**What needs to be done:** Go over the lines below, and when one contains the word "success", copy it.

######

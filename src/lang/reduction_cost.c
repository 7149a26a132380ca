#include "reduction_cost.h"

#include "diag.h"

/* Predicted seconds of the reduction route: about 3 microseconds per table entry (DVV steps on
   numbers that grow with the genus; measured 1-2.5 us for g = 10..12 with 1.5e5..2.9e6 entries)
   and 1 microsecond per correlator term of the pushforward sum. */
double reduction_seconds(double entries, double terms)
{
    return 3e-6 * entries + 1e-6 * terms;
}

/* Refuses, before any work, a reduction predicted to run longer than --max-seconds. */
int reduction_seconds_ok(interp *I, const node *where, double entries, double terms)
{
    double sec = reduction_seconds(entries, terms);
    if (sec <= I->lim.max_seconds)
        return 1;
    diag_error(&where->loc, "this computation needs about %.3g s (%.3g correlator table entries, %.3g reduction "
                            "terms), above the limit of %g s (raise it with --max-seconds S)",
               sec, entries, terms, I->lim.max_seconds);
    return 0;
}
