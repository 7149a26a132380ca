/* The pushforward reduction's parts that other modules reuse (route_reduction.c): the memoised
   monomial, the cost estimate, and the progress record of a run. */
#ifndef PSIKAPPA_ROUTE_REDUCTION_H
#define PSIKAPPA_ROUTE_REDUCTION_H

#include "classes/cpoly.h"
#include "interp.h"
#include "progress.h"

/* What the monomial callbacks need besides the interpreter: progress counting. */
typedef struct reduction_run {
    interp *I;
    progress bar;
    double done;
} reduction_run;

/* res = int_{Mbar_{g,n}} psi^psi kappa^kmult, memoised on the sorted psi (data: reduction_run).
   Returns WK_OK, a WK_* failure, or INTEGRATE_CANCELLED. */
int reduction_monomial(fmpq_t res, void *data, slong g, const slong *psi, slong n, const slong *kmult,
                       slong kmax);
/* The same, with the closed forms of psi-only monomials first (the reduction's own route). */
int reduction_compute_first(fmpq_t res, void *data, slong g, const slong *psi, slong n, const slong *kmult,
                            slong kmax);
/* Whether reducing P is within --max-terms, --max-table and --max-seconds: NULL if so, else the
   reason (a VERIFY_WHY_* text) with the error's message in msg; *seconds is the estimate. */
const char *reduction_cost_refusal(interp *I, const cpoly *P, char *msg, size_t len, double *seconds);

#endif
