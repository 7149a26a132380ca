#include "env.h"

#include <stdlib.h>
#include <string.h>

#include "util.h"

scope *scope_new(scope *parent)
{
    scope *s = xcalloc(1, sizeof(scope));
    s->parent = parent;
    return s;
}

static void binding_clear(binding *b)
{
    free(b->name);
    value_release(b->val);
    memset(b, 0, sizeof(binding));
}

void scope_free(scope *s)
{
    if (!s)
        return;
    for (int i = 0; i < s->len; i++)
        binding_clear(&s->items[i]);
    free(s->items);
    free(s);
}

binding *scope_lookup(scope *s, const char *name)
{
    for (; s; s = s->parent)
        for (int i = s->len - 1; i >= 0; i--)
            if (strcmp(s->items[i].name, name) == 0)
                return &s->items[i];
    return NULL;
}

/* The slot for name in s itself, emptied if it was bound there before. */
static binding *scope_slot(scope *s, const char *name)
{
    for (int i = 0; i < s->len; i++)
        if (strcmp(s->items[i].name, name) == 0) {
            binding_clear(&s->items[i]);
            s->items[i].name = xstrdup(name);
            return &s->items[i];
        }
    if (s->len == s->cap) {
        s->cap = s->cap ? 2 * s->cap : 8;
        s->items = xrealloc(s->items, s->cap * sizeof(binding));
    }
    binding *b = &s->items[s->len++];
    memset(b, 0, sizeof(binding));
    b->name = xstrdup(name);
    return b;
}

void scope_bind_value(scope *s, const char *name, value *v)
{
    binding *b = scope_slot(s, name);
    b->kind = B_VALUE;
    b->val = v;
}

void scope_bind_function(scope *s, const char *name, const node *def)
{
    binding *b = scope_slot(s, name);
    b->kind = B_FUNCTION;
    b->def = def;
}

void scope_bind_family(scope *s, const char *name, slong lo, slong hi)
{
    binding *b = scope_slot(s, name);
    b->kind = B_FAMILY;
    b->lo = lo;
    b->hi = hi;
}
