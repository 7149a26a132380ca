#include "failure.h"

#include "cancel.h"
#include "diag.h"

int failure_cancelled(const node *n)
{
    if (!cancel_flag)
        return 0;
    diag_error(&n->loc, "%s", cancel_message());
    return 1;
}

void failure_report(const node *where, const char *engine, int rc, int cancelled_code, const failure_words *table)
{
    if (cancel_flag || rc == cancelled_code) {
        if (!failure_cancelled(where))   /* the engine saw a request already cleared */
            diag_error(&where->loc, "%s was interrupted", engine);
        return;
    }
    for (const failure_words *w = table; w && w->text; w++)
        if (w->code == rc) {
            diag_error(&where->loc, "%s", w->text);
            return;
        }
    diag_error(&where->loc, "%s rejected this request (code %d)", engine, rc);
}
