/* Integrals: int_{g,n} (the router, router.c), correlators <tau_d>_g and the checks every
   route shares (integrate.c), explain (integral_explain.c), V_{g,n}(L) (volume_poly.c). */
#ifndef PSIKAPPA_INTEGRATE_H
#define PSIKAPPA_INTEGRATE_H

#include "interp.h"

/* int_{g,n} of a value. `where` locates errors. */
value *integrate_value(interp *I, const node *where, slong g, slong n, const value *integrand);
/* Prints the reduction of int_{g,n} integrand to the numbers of its engine, then its value. */
int integrate_explain(interp *I, const node *where, slong g, slong n, const value *integrand);
/* V_{g,n}(L_1..L_n) in Mirzakhani's normalisation, declaring L_1..L_n: by the volume engine
   when it should take it, else by the reduction. */
value *integrate_volume(interp *I, const node *where, slong g, slong n);
/* The same, kept for the run and in the results store (volume_cache.c); new reference. */
value *volume_cached(interp *I, const node *where, slong g, slong n);
void volume_cache_clear(interp *I);
/* Declares the formal variables L_1..L_n, their ring indices into vars[0..n);
   returns 0 after reporting an error at where. */
int integrate_declare_lengths(interp *I, const node *where, slong n, int *vars);
/* <tau_d>_g with the same limits and messages as integrals. */
value *integrate_correlator(interp *I, const node *where, slong g, const slong *d, slong n);

/* --- shared by the routes */

/* Returned by the integration callbacks when a stop was requested. */
#define INTEGRATE_CANCELLED (-1)

/* Reports an unstable or oversized space; returns 1 when (g, n) is usable. */
int integrate_space_ok(interp *I, const node *where, slong g, slong n);
/* Refuses, before any walk over it, an integrand whose tree is too large (router.c). */
int integrate_tree_ok(const node *where, const value *integrand);
/* Memo entries of the correlator table that correlators of genus g with `points` points
   need, `terms` being the reduction's correlator terms. */
double integrate_table_estimate(slong g, slong n, slong points, double terms);
/* Whether the table for correlators of genus g with n points is within the limits; reports. */
int integrate_table_ok(interp *I, const node *where, slong g, slong n);
/* Reports an engine status (WK_* or INTEGRATE_CANCELLED) in words: a cancellation first,
   then the code. */
void integrate_report_engine(const node *where, int rc);
/* res = <tau_d>_g by the KdV recursion when within --max-table: WK_OK, WK_LIMIT (out of
   reach; *why says why) or WK_CANCELLED. */
int integrate_compute_kdv(interp *I, fmpq_t res, slong g, const slong *d, slong n, const char **why);

/* d_1 + ... + d_n of a correlator's exponents (nonnegative), saturated at WORD_MAX / 2. */
slong integrate_exponent_sum(const slong *d, slong n);

#endif
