/* bench_engine.c - wall-clock time and peak memory of the correlator engine.
 *
 * Usage:  bench_engine psi G   all <tau_d>_G with every d_i >= 2 (all n), one fresh table
 *         bench_engine wp G    V_{G,0}: int_{Mbar_G} kappa_1^{3G-3}/(3G-3)! via pf_integral
 *         bench_engine         every case (psi G=2..12, wp G=2..10), one child process per case
 * One process per case makes the peak RSS (getrusage ru_maxrss) meaningful per case.
 * Output columns: mode, g, count (correlators resp. multiset partitions), memo entries, seconds,
 * peak MiB, value (psi: the sum of all the correlators, as a double checksum; wp: the exact
 * rational, followed by the coefficient c in V_{G,0} = c pi^(6G-6) of the plain integral).
 */
#include <stdio.h>
#include <string.h>
#include <flint/fmpq.h>
#include "correlators/pushforward.h"
#include "bench_util.h"

/* Accumulator for the psi sweep: table, running sum, count, first error. */
typedef struct {
    wk_table *T;
    fmpq_t sum;
    long count;
    int status;
} bench_psi_acc;

/* Evaluates every non-increasing d[i..n-1] with parts in [2, cap+2] summing to rem + 2(n-i).
   Adds each value to A->sum and keeps the first engine error in A->status. */
static void bench_psi_rec(bench_psi_acc *A, slong g, slong *d, slong n, slong i, slong rem, slong cap)
{
    slong v;
    if (i == n) {
        fmpq_t r;
        fmpq_init(r);
        if (rem == 0) {
            int st = wk_table_correlator(r, A->T, g, d, n);
            A->status = A->status ? A->status : st;
            fmpq_add(A->sum, A->sum, r);
            A->count++;
        }
        fmpq_clear(r);
        return;
    }
    for (v = (rem < cap ? rem : cap); v >= 0 && v * (n - i) >= rem; v--) {
        d[i] = v + 2;
        bench_psi_rec(A, g, d, n, i + 1, rem - v, v);
    }
}

/* Case "psi": all <tau_d>_g with every d_i >= 2, in one fresh table; prints one row.
   n ranges over 1..3g-3 since sum d = 3g-3+n >= 2n.  Returns the first engine error. */
static int bench_psi(slong g)
{
    bench_psi_acc A;
    bench_timer t;
    slong n, d[64];
    double secs;
    A.T = wk_table_new();
    fmpq_init(A.sum);
    A.count = 0;
    A.status = WK_OK;
    bench_timer_start(&t);
    for (n = 1; n <= 3 * g - 3; n++)
        bench_psi_rec(&A, g, d, n, 0, 3 * g - 3 - n, 3 * g - 3 - n);
    secs = bench_timer_wall(&t);
    printf("psi  %3ld  %8ld  %9ld  %9.3f  %8.1f  %.6e%s\n", (long) g, A.count,
           (long) wk_table_entries(A.T), secs, bench_peak_mib(), fmpq_get_d(A.sum),
           A.status ? "  (engine error)" : "");
    fmpq_clear(A.sum);
    wk_table_free(A.T);
    return A.status;
}

/* Case "wp": int_{Mbar_g} kappa_1^{3g-3}/(3g-3)! in one fresh table; prints one row with
   the rational and the pi^(6g-6) coefficient of V_{g,0}.  Returns the engine status. */
static int bench_wp(slong g)
{
    wk_table *T = wk_table_new();
    slong km[2] = {0, 3 * g - 3};
    bench_timer t;
    fmpq_t v;
    int st;
    double secs;
    fmpq_init(v);
    bench_timer_start(&t);
    st = pf_integral(v, T, g, NULL, 0, km, 1);
    bench_div_factorial(v, (ulong) (3 * g - 3));
    secs = bench_timer_wall(&t);
    printf("wp   %3ld  %8.0f  %9ld  %9.3f  %8.1f  ", (long) g, pf_estimate_terms(km, 1),
           (long) wk_table_entries(T), secs, bench_peak_mib());
    fmpq_print(v);
    fmpq_mul_2exp(v, v, (ulong) (3 * g - 3));
    printf("  V=");
    fmpq_print(v);
    printf("%s\n", st ? "  (engine error)" : "");
    fmpq_clear(v);
    wk_table_free(T);
    return st;
}

/* One case of the sweep: the mode (psi or wp) and the genus. */
typedef struct {
    int psi;
    slong g;
} bench_case;

/* Child body for bench_child_run_or_here: runs the case described by arg (a bench_case).
   The row goes to stdout, nothing to out; returns the engine status. */
static int bench_case_run(void *arg, FILE *out)
{
    const bench_case *c = arg;
    (void) out;
    return c->psi ? bench_psi(c->g) : bench_wp(c->g);
}

/* Every case, each in its own child process so that its peak memory is measured alone.
   Returns nonzero if any case failed. */
static int bench_run_all(void)
{
    bench_case c;
    int bad = 0;
    for (c.psi = 1, c.g = 2; c.g <= 12; c.g++)
        bad |= bench_child_run_or_here(bench_case_run, &c);
    for (c.psi = 0, c.g = 2; c.g <= 10; c.g++)
        bad |= bench_child_run_or_here(bench_case_run, &c);
    return bad;
}

int main(int argc, char **argv)
{
    slong g = -1;
    int bad = 0;
    printf("mode   g     count    entries    seconds  peak_MiB  value\n");
    if (argc == 1)
        return bench_run_all();
    if (argc != 3 || !bench_arg_slong(&g, argv[2], 2, 30)
        || (strcmp(argv[1], "psi") != 0 && strcmp(argv[1], "wp") != 0)) {
        fprintf(stderr, "usage: %s [psi|wp G]   (2 <= G <= 30)\n", argv[0]);
        return 2;
    }
    bad = strcmp(argv[1], "psi") == 0 ? bench_psi(g) : bench_wp(g);
    flint_cleanup();
    return bad ? 1 : 0;
}
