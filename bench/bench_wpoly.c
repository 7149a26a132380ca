/* bench_wpoly.c - wall-clock time and peak memory of the few-point volume polynomials
 * (src/engines/volumes/wpoly.h, all coefficients of V_{g,n}(L)), and the same coefficients by the
 * reduction (pf_integral of psi^a kappa_1^{D-|a|} for every sorted a, one fresh wk_table).
 *
 * Usage:  bench_wpoly G N THREADS   one engine run
 *         bench_wpoly ref G N       one reduction run (stopped after REF_BUDGET_S seconds or
 *                                   when its table exceeds 3e7 entries, the default limit)
 *         bench_wpoly side [G [T]]  V_{G,1}(L) by the per-index route and by the transposed
 *                                   route (wpoly_adjoint.c), side by side (G = 20, T = 2 threads
 *                                   by default); `new` instead of `side`: the transposed only
 *         bench_wpoly               the standard cases: n = 1 for g = 5, 10, 15, 20, 25;
 *                                   n = 2 for g = 3, 6, 9, 12; n = 3 for g = 3, 5, 7 (2 threads),
 *                                   then both routes side by side, 1 thread, for n = 1, 2
 *                                   (g <= 14) and n = 3 (g <= 9), until the reduction fails
 * One child process per run, so that the peak RSS (getrusage ru_maxrss) is that run's own.
 * A reduction run also prints the number of entries its table reached, beside the upper bound
 * by which the language refuses the reduction (wk_estimate_entries(g, n + D), --max-table).
 * Columns: g, n, threads, wall s, CPU s (all threads), peak MiB, primes, estimate (single-core
 * s), checksum of the coefficients (sum of num and den mod 2^61-1; equal results, equal sums).
 */
#include <stdio.h>
#include <stdlib.h>
#include <string.h>

#include <flint/fmpz.h>
#include <flint/fmpq.h>
#include <flint/fmpq_vec.h>

#include "volumes/wpoly.h"
#include "correlators/wk.h"
#include "correlators/pushforward.h"
#include "bench_util.h"

#define REF_BUDGET_S 300

/* All W_a by the reduction, in the order of wpoly_indices; *entries receives the number of
   entries its table reached (set only on success or on reaching the limit).  Returns 0 on
   success. */
static int bw_reference(fmpq *out, slong g, slong n, slong *entries)
{
    slong nv = wpoly_indices(NULL, g, n), D = 3 * g - 3 + n, k, i;
    slong *idx = malloc((size_t) (nv * n) * sizeof(slong));
    wk_table *T = wk_table_new();
    int st = (idx == NULL || T == NULL) ? 1 : 0;

    if (st == 0)
    {
        wk_table_set_limit(T, 30000000);   /* the language's default --max-table */
        wpoly_indices(idx, g, n);
    }
    for (k = 0; st == 0 && k < nv; k++)
    {
        slong kmult[2] = { 0, D };
        for (i = 0; i < n; i++)
            kmult[1] -= idx[k * n + i];
        st = pf_integral(out + k, T, g, idx + k * n, n, kmult, kmult[1] > 0 ? 1 : 0);
        bench_div_factorial(out + k, (ulong) kmult[1]);
    }
    if (T != NULL)
        *entries = wk_table_entries(T);
    wk_table_free(T);
    free(idx);
    return st;
}

/* One run: g, n and the route (threads >= 1: engine with that many threads, 0: reduction). */
typedef struct { slong g, n; int threads, route; } bw_case;

/* Child body: one timed run of the route in arg (a bw_case); prints one row to stdout and
   writes its usage line to out (the CPU seconds feed the ratio).  Returns 0 on success. */
static int bw_run(void *arg, FILE *out)
{
    const bw_case *c = arg;
    slong nv = wpoly_indices(NULL, c->g, c->n), primes = 0, entries = 0;
    fmpq *v = _fmpq_vec_init(nv);
    bench_timer t;
    bench_usage u;
    double est_s = 0.0, est_b = 0.0;
    char lead[64];
    int st;

    if (c->threads > 0)
    {
        slong *idx = malloc((size_t) (nv * c->n) * sizeof(slong));
        if (idx != NULL)
        {
            wpoly_indices(idx, c->g, c->n);
            wpoly_estimate_at_route(&est_s, &est_b, c->g, c->n, idx, nv, c->route);
        }
        free(idx);
    }
    bench_timer_start(&t);
    st = c->threads == 0 ? bw_reference(v, c->g, c->n, &entries)
                         : wpoly_coeffs_route(v, c->g, c->n, c->threads,
                                              wpvol_default_prime_bits(), 1, 0, c->route,
                                              &primes);
    u.wall = bench_timer_wall(&t);
    u.cpu = bench_timer_cpu(&t);
    u.mib = bench_peak_mib();
    snprintf(lead, sizeof lead, "%4ld %2ld %-9s", c->g, c->n,
             c->threads == 0 ? "reduction"
             : c->route == WPOLY_ROUTE_PER_INDEX ? (c->threads == 1 ? "perindex/1" : "perindex/2")
             : c->route == WPOLY_ROUTE_TRANSPOSED ? (c->threads == 1 ? "transp/1" : "transp/2")
             : (c->threads == 1 ? "engine/1" : "engine/2"));
    bench_print_row(lead, &u, primes, est_s, bench_checksum_fmpq(v, nv), st == 0);
    if (c->threads == 0)   /* the table reached against the bound the language refuses by */
    {
        double ms = 0.0, me = 0.0;
        if (c->n >= 2)
            wk_estimate_volume_reduction(&ms, &me, c->g, c->n);
        printf("%4ld %2ld table entries %ld, bound wk_estimate_entries(g, n + D) = %.3g; model (n >= 2) "
               "%.3g entries, %.3g s\n", c->g, c->n, (long) entries,
               wk_estimate_entries(c->g, 2 * c->n + 3 * c->g - 3), me, ms);
    }
    bench_usage_write(out, &u);
    _fmpq_vec_clear(v, nv);
    return st != 0;
}

/* Runs bw_run in a child (the reduction under the REF_BUDGET_S alarm); *cpu (may be NULL)
   receives its CPU seconds.  Returns 0 if it finished (within the budget) without error. */
static int bw_child_route(slong g, slong n, int threads, int route, double *cpu)
{
    bw_case c = { g, n, threads, route };
    bench_child_result ch = bench_child_run(bw_run, &c, threads == 0 ? REF_BUDGET_S : 0);
    bench_usage u = { 0.0, 0.0, 0.0 };
    int ok = bench_child_ok(&ch);

    if (cpu != NULL)
        *cpu = bench_usage_read(&u, ch.text) != NULL ? u.cpu : 0.0;
    if (ch.signaled)
        printf("%4ld %2ld %-9s stopped after %d s\n", g, n, threads == 0 ? "reduction" : "engine",
               REF_BUDGET_S);
    bench_child_clear(&ch);
    return !ok;
}

/* The default route (bench_wpoly G N THREADS, the standard cases). */
static int bw_child(slong g, slong n, int threads, double *cpu)
{
    return bw_child_route(g, n, threads, WPOLY_ROUTE_AUTO, cpu);
}

/* V_{g,1}(L) by the per-index route and by the transposed route, side by side (old: 0 skips
   the per-index run, for genera beyond its reach).  Returns nonzero on failure. */
static int bw_side(slong g, int threads, int old)
{
    double co = 0.0, cn = 0.0;
    int bad = 0;

    printf("   g  n route          wall       CPU  peakMiB primes  estimate             checksum\n");
    if (old)
        bad |= bw_child_route(g, 1, threads, WPOLY_ROUTE_PER_INDEX, &co);
    bad |= bw_child_route(g, 1, threads, WPOLY_ROUTE_TRANSPOSED, &cn);
    if (old)
        printf("%4ld  1 ratio per-index/transposed CPU = %.1f\n", g, bench_ratio(co, cn));
    return bad;
}

int main(int argc, char **argv)
{
    static const slong n1[] = { 5, 10, 15, 20, 25 }, n2[] = { 3, 6, 9, 12 }, n3[] = { 3, 5, 7 };
    slong g, n, threads;
    int bad = 0, ref = argc == 4 && strcmp(argv[1], "ref") == 0;
    size_t i;

    if (ref && bench_arg_slong(&g, argv[2], 0, WORD_MAX)
        && bench_arg_slong(&n, argv[3], 0, WORD_MAX))
        return bw_child(g, n, 0, NULL);
    if (!ref && argc == 4 && bench_arg_slong(&g, argv[1], 0, WORD_MAX)
        && bench_arg_slong(&n, argv[2], 0, WORD_MAX) && bench_arg_slong(&threads, argv[3], 1, 1024))
        return bw_child(g, n, (int) threads, NULL);
    if (argc >= 2 && argc <= 4 && (strcmp(argv[1], "side") == 0 || strcmp(argv[1], "new") == 0))
    {
        g = 20;
        threads = 2;
        if ((argc >= 3 && !bench_arg_slong(&g, argv[2], 2, 1000))
            || (argc == 4 && !bench_arg_slong(&threads, argv[3], 1, 1024)))
            return 2;
        return bw_side(g, (int) threads, strcmp(argv[1], "side") == 0);
    }
    if (argc != 1)
    {
        fprintf(stderr, "usage: %s [G N THREADS | ref G N | side [G [THREADS]] | new [G [THREADS]]]"
                        "   (THREADS >= 1; side: V_{G,1} per index and transposed, default G = 20;"
                        " new: transposed only)\n", argv[0]);
        return 2;
    }
    printf("   g  n route          wall       CPU  peakMiB primes  estimate             checksum\n");
    for (i = 0; i < sizeof n1 / sizeof n1[0]; i++)
        bad |= bw_child(n1[i], 1, 2, NULL);
    for (i = 0; i < sizeof n2 / sizeof n2[0]; i++)
        bad |= bw_child(n2[i], 2, 2, NULL);
    for (i = 0; i < sizeof n3 / sizeof n3[0]; i++)
        bad |= bw_child(n3[i], 3, 2, NULL);
    printf("side by side, 1 thread (same checksum expected; reduction stopped after %d s)\n",
           REF_BUDGET_S);
    for (n = 1; n <= 3; n++)
        for (g = (n == 1 ? 5 : 3); g <= (n == 3 ? 9 : 14); g++)
        {
            double ce = 0.0, cr = 0.0;
            bad |= bw_child(g, n, 1, &ce);
            if (bw_child(g, n, 0, &cr) != 0)
                break;
            printf("%4ld %2ld ratio reduction/engine CPU = %.1f\n", g, n, bench_ratio(cr, ce));
        }
    return bad;
}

######

**Answer to this problem:**
   entries its table reached (set only on success or on reaching the limit).  Returns 0 on
   success. */
   writes its usage line to out (the CPU seconds feed the ratio).  Returns 0 on success. */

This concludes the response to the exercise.